Task objective » Scan the records below for lines with the word "import", then state how many you find and nothing else.

(Dataset excerpts)
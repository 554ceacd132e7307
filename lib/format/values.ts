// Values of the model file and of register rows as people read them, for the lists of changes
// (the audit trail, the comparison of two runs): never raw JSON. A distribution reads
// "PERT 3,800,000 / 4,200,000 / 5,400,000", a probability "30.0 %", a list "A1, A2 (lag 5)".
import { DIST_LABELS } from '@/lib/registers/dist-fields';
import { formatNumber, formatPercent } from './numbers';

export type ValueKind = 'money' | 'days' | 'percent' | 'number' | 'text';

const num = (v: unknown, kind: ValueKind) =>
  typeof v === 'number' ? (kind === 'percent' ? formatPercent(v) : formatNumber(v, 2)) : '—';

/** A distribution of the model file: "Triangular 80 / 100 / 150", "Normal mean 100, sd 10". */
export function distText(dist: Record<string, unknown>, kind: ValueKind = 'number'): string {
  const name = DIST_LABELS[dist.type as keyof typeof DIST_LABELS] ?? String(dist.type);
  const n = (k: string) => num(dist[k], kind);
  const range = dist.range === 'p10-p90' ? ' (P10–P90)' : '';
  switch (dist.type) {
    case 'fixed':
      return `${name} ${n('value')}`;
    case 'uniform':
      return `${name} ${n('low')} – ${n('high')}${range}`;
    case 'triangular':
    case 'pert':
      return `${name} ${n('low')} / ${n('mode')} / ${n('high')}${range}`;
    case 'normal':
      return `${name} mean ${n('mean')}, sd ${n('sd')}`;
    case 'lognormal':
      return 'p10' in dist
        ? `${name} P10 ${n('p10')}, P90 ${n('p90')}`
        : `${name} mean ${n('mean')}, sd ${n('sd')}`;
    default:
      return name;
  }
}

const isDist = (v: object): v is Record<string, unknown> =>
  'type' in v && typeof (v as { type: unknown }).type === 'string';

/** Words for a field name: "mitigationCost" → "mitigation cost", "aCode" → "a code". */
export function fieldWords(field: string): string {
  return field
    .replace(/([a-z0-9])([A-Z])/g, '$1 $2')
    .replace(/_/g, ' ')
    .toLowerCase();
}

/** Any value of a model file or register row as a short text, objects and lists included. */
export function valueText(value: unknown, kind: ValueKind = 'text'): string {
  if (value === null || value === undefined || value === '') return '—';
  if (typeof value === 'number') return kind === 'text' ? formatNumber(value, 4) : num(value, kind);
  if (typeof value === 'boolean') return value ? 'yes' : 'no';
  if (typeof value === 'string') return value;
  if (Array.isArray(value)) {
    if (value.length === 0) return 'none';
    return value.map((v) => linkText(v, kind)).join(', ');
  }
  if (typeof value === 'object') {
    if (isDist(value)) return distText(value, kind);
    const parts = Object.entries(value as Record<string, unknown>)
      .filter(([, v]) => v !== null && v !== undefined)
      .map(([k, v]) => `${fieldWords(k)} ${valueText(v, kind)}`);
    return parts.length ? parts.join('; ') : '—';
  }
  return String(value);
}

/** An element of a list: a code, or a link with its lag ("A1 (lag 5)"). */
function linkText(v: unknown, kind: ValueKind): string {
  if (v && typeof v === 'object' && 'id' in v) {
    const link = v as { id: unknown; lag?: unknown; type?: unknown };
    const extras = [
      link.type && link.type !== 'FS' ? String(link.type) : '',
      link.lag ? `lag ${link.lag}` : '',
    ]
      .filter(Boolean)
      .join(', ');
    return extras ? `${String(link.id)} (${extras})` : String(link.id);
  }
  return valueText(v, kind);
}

Expected answer » 2